Collected data entries:
====

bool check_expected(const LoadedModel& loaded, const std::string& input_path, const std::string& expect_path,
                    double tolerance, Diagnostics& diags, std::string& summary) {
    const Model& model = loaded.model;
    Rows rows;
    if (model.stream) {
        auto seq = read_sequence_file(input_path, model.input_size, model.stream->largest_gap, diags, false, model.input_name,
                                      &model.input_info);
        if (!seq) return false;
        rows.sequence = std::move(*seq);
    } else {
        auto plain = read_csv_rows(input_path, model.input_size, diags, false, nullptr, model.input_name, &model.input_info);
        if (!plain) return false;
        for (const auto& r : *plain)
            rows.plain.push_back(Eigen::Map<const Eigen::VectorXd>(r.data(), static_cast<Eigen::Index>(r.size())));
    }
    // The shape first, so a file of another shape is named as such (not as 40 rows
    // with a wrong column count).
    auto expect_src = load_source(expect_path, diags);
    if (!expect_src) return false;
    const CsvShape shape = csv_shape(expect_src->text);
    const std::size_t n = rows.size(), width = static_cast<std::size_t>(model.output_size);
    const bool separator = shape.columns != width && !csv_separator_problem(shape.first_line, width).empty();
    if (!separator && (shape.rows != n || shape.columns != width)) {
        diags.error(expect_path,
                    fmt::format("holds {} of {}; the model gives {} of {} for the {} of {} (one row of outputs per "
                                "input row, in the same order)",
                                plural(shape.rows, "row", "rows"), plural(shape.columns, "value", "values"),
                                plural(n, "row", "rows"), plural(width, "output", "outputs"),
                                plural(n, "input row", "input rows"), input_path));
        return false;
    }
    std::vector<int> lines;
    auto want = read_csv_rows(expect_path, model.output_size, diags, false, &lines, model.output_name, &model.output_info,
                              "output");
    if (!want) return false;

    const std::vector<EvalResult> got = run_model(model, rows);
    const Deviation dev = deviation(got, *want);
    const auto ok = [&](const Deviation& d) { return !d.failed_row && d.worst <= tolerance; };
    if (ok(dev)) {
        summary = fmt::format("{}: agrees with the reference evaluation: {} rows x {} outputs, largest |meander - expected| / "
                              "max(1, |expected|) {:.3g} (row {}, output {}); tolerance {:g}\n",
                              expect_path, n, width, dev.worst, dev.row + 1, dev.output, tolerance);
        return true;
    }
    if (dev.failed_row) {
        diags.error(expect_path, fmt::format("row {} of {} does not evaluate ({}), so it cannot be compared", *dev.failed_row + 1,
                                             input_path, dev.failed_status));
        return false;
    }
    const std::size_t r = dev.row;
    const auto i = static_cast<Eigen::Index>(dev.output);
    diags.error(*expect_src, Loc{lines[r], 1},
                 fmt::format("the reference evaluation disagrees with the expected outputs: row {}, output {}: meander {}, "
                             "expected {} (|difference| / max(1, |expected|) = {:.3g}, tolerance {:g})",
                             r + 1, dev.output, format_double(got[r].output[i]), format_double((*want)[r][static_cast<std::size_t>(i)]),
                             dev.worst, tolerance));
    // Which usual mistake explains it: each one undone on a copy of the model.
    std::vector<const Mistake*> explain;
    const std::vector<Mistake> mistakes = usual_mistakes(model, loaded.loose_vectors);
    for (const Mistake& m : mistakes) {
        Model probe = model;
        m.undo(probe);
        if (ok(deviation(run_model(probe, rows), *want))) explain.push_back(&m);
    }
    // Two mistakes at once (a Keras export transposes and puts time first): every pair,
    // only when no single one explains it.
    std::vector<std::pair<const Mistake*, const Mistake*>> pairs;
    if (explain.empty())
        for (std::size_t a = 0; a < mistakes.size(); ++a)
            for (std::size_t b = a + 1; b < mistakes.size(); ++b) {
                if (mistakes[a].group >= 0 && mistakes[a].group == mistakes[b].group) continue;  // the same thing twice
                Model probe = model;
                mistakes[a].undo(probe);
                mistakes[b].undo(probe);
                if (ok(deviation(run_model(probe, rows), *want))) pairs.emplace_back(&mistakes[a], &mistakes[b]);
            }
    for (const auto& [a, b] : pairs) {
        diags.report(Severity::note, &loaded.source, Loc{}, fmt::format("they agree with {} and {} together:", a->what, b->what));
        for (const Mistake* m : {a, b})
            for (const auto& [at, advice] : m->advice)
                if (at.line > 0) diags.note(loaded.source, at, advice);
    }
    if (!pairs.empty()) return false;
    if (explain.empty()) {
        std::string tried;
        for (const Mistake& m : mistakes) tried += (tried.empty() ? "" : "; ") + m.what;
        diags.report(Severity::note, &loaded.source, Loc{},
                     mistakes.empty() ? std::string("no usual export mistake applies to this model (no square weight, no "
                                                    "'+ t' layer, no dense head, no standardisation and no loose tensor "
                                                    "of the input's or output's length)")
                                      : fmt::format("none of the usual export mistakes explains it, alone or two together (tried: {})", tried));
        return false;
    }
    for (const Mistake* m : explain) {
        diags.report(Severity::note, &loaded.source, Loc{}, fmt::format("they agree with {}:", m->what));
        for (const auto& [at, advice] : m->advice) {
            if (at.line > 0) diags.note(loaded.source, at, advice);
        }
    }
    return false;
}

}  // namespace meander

====

Task objective: In the entries above, locate every line with the word "lines" and copy it.

Output below:
    std::vector<int> lines;
    auto want = read_csv_rows(expect_path, model.output_size, diags, false, &lines, model.output_name, &model.output_info,
    diags.error(*expect_src, Loc{lines[r], 1},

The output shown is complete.